◆ What you need to do ◆
In the entries below, every line that contains "unknown" must be located and copied.

= = = = =

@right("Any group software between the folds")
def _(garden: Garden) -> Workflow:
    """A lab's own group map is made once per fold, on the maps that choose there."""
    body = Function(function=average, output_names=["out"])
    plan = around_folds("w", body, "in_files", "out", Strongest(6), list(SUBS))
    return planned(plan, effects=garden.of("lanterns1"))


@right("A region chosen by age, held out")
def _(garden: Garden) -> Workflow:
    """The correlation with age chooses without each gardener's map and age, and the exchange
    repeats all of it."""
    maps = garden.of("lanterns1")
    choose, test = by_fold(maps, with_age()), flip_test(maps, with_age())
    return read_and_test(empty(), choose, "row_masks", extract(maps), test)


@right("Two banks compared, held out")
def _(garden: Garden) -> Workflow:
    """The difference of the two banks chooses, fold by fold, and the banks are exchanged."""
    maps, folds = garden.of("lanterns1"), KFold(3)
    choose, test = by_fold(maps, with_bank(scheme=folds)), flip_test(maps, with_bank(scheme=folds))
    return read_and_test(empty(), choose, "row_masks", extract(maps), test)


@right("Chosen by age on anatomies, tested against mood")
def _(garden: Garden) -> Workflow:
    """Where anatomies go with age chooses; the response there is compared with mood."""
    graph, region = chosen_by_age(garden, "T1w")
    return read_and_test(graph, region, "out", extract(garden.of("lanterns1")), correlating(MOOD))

= = = = =

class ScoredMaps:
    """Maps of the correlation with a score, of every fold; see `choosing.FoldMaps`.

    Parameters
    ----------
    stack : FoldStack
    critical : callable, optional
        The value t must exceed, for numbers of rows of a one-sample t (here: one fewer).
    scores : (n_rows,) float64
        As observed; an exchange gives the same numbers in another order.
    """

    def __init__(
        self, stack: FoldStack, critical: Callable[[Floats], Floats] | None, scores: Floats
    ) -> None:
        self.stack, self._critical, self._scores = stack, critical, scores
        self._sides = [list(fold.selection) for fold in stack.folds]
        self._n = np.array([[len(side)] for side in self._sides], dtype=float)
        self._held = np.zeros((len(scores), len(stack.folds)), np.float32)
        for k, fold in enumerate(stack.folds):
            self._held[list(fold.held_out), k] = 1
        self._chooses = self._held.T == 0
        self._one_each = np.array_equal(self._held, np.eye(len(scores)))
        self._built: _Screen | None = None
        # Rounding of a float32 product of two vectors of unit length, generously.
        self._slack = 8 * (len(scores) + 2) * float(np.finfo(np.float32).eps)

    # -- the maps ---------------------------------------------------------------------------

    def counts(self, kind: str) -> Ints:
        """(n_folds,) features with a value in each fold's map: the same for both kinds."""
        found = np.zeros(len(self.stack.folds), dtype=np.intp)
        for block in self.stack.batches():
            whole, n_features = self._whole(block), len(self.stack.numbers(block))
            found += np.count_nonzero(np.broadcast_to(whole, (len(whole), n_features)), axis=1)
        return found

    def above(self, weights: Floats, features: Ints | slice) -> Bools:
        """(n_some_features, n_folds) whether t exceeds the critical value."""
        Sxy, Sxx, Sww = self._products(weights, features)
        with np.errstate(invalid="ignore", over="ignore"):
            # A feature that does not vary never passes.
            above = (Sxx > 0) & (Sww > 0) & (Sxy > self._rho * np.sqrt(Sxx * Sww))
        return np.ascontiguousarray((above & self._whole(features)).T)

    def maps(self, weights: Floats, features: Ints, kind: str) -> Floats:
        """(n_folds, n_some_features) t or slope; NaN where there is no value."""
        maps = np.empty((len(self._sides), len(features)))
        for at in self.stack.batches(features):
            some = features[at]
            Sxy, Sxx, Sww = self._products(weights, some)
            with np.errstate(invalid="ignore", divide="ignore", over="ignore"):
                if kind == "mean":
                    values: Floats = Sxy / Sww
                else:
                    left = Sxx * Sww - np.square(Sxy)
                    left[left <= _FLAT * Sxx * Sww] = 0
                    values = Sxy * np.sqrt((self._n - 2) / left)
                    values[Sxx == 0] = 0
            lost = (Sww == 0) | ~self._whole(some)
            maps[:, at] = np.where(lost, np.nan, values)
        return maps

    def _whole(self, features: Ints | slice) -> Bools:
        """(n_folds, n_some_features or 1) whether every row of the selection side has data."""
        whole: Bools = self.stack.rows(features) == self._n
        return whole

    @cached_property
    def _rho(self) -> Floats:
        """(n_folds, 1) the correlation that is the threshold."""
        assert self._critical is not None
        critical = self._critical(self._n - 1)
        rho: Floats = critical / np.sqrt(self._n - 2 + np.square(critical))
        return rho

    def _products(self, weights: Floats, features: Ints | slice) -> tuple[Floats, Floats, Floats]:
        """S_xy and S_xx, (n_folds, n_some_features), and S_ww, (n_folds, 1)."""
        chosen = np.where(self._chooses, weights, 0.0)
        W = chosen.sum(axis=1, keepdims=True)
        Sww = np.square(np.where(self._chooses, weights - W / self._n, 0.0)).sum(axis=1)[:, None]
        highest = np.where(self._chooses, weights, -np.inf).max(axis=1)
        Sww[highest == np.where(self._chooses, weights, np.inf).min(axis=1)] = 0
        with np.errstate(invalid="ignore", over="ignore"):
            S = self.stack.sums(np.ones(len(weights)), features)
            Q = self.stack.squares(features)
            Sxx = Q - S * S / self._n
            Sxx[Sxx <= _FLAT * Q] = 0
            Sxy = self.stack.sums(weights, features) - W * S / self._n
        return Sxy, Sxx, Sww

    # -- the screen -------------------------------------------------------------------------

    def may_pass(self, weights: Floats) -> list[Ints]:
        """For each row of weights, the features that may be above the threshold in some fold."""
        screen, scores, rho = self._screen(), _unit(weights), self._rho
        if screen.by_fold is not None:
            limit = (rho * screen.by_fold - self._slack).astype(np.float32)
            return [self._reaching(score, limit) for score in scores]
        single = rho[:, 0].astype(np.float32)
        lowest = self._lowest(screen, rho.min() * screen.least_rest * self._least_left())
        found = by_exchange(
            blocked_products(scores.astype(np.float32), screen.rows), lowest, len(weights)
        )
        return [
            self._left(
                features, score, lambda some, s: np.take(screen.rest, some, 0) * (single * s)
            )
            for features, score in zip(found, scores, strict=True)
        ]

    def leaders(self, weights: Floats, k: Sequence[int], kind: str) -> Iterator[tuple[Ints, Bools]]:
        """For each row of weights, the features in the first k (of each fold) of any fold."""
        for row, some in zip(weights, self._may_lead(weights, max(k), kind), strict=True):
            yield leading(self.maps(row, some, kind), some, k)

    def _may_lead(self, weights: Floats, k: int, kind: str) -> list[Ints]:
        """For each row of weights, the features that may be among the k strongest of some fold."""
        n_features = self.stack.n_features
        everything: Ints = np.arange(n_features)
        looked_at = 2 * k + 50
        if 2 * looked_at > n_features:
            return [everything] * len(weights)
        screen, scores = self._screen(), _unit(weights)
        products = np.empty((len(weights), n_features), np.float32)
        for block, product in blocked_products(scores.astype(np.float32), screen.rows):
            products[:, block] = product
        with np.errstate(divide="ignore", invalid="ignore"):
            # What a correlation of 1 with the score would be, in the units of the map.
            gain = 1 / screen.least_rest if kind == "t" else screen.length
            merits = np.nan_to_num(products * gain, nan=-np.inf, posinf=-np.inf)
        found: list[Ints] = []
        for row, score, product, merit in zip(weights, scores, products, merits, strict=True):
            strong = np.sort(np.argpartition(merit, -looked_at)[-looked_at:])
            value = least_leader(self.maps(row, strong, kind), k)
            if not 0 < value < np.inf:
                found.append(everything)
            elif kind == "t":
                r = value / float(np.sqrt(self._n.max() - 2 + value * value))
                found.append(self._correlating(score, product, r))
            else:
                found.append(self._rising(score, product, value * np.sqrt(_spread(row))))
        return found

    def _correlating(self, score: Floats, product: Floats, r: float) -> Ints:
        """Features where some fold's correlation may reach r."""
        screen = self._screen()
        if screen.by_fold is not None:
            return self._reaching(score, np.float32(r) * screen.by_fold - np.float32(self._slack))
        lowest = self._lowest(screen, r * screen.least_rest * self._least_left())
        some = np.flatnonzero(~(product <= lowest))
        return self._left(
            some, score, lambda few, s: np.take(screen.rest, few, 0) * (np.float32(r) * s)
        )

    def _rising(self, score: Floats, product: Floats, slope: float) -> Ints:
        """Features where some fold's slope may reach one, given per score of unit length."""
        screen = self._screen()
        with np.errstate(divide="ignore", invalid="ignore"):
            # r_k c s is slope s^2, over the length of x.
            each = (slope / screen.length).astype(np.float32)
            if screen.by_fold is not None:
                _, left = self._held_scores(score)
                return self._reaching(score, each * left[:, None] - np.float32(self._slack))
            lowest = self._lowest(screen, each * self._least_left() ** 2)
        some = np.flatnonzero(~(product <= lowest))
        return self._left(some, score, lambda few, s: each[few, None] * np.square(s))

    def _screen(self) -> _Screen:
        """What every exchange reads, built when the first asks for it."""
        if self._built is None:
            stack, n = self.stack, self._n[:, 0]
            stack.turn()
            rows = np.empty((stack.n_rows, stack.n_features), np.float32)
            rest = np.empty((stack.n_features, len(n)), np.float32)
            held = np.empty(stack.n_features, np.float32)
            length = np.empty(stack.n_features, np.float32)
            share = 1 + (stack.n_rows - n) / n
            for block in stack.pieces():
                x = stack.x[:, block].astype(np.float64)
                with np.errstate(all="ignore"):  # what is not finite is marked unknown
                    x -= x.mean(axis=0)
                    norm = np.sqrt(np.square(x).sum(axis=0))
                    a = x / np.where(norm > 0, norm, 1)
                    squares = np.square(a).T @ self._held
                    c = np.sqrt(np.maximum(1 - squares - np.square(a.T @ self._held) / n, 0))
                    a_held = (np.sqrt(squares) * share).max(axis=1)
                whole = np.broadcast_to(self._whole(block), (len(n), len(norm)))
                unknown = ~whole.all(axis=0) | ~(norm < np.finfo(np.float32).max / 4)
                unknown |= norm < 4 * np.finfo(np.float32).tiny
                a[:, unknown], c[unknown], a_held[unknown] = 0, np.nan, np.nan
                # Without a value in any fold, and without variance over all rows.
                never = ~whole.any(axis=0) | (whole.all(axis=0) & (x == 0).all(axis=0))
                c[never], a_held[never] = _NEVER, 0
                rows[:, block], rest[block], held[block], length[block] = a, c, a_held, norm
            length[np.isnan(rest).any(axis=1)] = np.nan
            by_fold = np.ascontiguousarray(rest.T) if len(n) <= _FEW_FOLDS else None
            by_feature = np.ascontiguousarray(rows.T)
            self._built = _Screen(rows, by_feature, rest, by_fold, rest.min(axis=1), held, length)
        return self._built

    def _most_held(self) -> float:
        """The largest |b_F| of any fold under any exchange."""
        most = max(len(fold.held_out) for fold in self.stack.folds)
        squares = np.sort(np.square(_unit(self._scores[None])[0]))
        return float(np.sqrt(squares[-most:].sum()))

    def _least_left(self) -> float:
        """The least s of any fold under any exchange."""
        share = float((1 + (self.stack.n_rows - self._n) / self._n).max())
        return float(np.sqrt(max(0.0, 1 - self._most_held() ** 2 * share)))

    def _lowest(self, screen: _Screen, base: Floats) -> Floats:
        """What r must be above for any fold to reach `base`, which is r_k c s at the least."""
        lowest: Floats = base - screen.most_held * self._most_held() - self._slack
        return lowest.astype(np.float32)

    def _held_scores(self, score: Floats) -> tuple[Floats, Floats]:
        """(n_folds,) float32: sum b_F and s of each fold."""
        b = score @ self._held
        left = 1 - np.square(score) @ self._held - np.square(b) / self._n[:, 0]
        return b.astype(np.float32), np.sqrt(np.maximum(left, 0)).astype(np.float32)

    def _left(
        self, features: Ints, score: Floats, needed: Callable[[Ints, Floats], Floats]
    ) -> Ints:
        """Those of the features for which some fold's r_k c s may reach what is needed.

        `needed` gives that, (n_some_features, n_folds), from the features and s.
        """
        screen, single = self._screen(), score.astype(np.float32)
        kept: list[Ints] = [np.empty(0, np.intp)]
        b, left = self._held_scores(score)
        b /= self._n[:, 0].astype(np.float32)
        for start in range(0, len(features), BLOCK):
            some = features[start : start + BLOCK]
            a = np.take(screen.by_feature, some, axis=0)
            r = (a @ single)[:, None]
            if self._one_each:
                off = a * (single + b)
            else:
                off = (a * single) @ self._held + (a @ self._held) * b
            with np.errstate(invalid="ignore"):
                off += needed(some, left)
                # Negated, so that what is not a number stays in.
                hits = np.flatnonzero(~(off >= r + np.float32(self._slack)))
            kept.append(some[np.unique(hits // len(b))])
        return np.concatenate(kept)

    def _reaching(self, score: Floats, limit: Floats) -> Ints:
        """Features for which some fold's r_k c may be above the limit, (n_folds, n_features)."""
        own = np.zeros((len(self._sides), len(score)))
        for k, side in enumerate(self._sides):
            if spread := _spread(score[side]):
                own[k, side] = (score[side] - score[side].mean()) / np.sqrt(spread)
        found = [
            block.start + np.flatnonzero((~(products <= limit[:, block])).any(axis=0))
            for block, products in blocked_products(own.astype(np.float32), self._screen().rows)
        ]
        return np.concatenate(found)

= = = = =

◆ Response ◆
                with np.errstate(all="ignore"):  # what is not finite is marked unknown
                unknown = ~whole.all(axis=0) | ~(norm < np.finfo(np.float32).max / 4)
                unknown |= norm < 4 * np.finfo(np.float32).tiny
                a[:, unknown], c[unknown], a_held[unknown] = 0, np.nan, np.nan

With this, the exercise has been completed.